What you are asked to do:
Which lines run from the line with "of the table." through the line with "double hand_parasitic = 0.0;" in the entries below? Print them exactly, both ends included, and nothing more.

Exercise data:

#####

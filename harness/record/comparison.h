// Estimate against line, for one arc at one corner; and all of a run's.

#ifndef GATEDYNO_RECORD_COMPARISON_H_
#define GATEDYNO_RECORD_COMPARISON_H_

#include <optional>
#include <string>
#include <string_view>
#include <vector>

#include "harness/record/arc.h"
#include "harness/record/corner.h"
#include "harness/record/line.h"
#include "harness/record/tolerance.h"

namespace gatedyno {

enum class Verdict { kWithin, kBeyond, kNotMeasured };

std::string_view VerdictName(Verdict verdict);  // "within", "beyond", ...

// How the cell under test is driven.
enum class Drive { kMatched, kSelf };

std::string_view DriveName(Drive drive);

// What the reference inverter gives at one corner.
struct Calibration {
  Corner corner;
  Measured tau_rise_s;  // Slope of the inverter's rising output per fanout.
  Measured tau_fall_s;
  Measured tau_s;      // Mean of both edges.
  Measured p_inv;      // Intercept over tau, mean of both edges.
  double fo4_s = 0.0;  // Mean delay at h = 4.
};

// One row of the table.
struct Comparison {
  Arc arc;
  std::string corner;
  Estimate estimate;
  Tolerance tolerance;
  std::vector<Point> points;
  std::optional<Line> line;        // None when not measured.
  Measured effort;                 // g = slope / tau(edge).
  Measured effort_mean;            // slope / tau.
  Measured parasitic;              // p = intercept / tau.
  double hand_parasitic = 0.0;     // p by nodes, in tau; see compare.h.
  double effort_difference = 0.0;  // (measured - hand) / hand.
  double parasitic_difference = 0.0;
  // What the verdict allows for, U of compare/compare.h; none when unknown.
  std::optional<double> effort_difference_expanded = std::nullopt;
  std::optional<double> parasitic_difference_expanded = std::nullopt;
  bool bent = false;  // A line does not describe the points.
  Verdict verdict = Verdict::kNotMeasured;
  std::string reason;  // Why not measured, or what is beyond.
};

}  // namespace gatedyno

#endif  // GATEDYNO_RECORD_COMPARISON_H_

#####

Solution for this task:
// One row of the table.
struct Comparison {
  Arc arc;
  std::string corner;
  Estimate estimate;
  Tolerance tolerance;
  std::vector<Point> points;
  std::optional<Line> line;        // None when not measured.
  Measured effort;                 // g = slope / tau(edge).
  Measured effort_mean;            // slope / tau.
  Measured parasitic;              // p = intercept / tau.
  double hand_parasitic = 0.0;     // p by nodes, in tau; see compare.h.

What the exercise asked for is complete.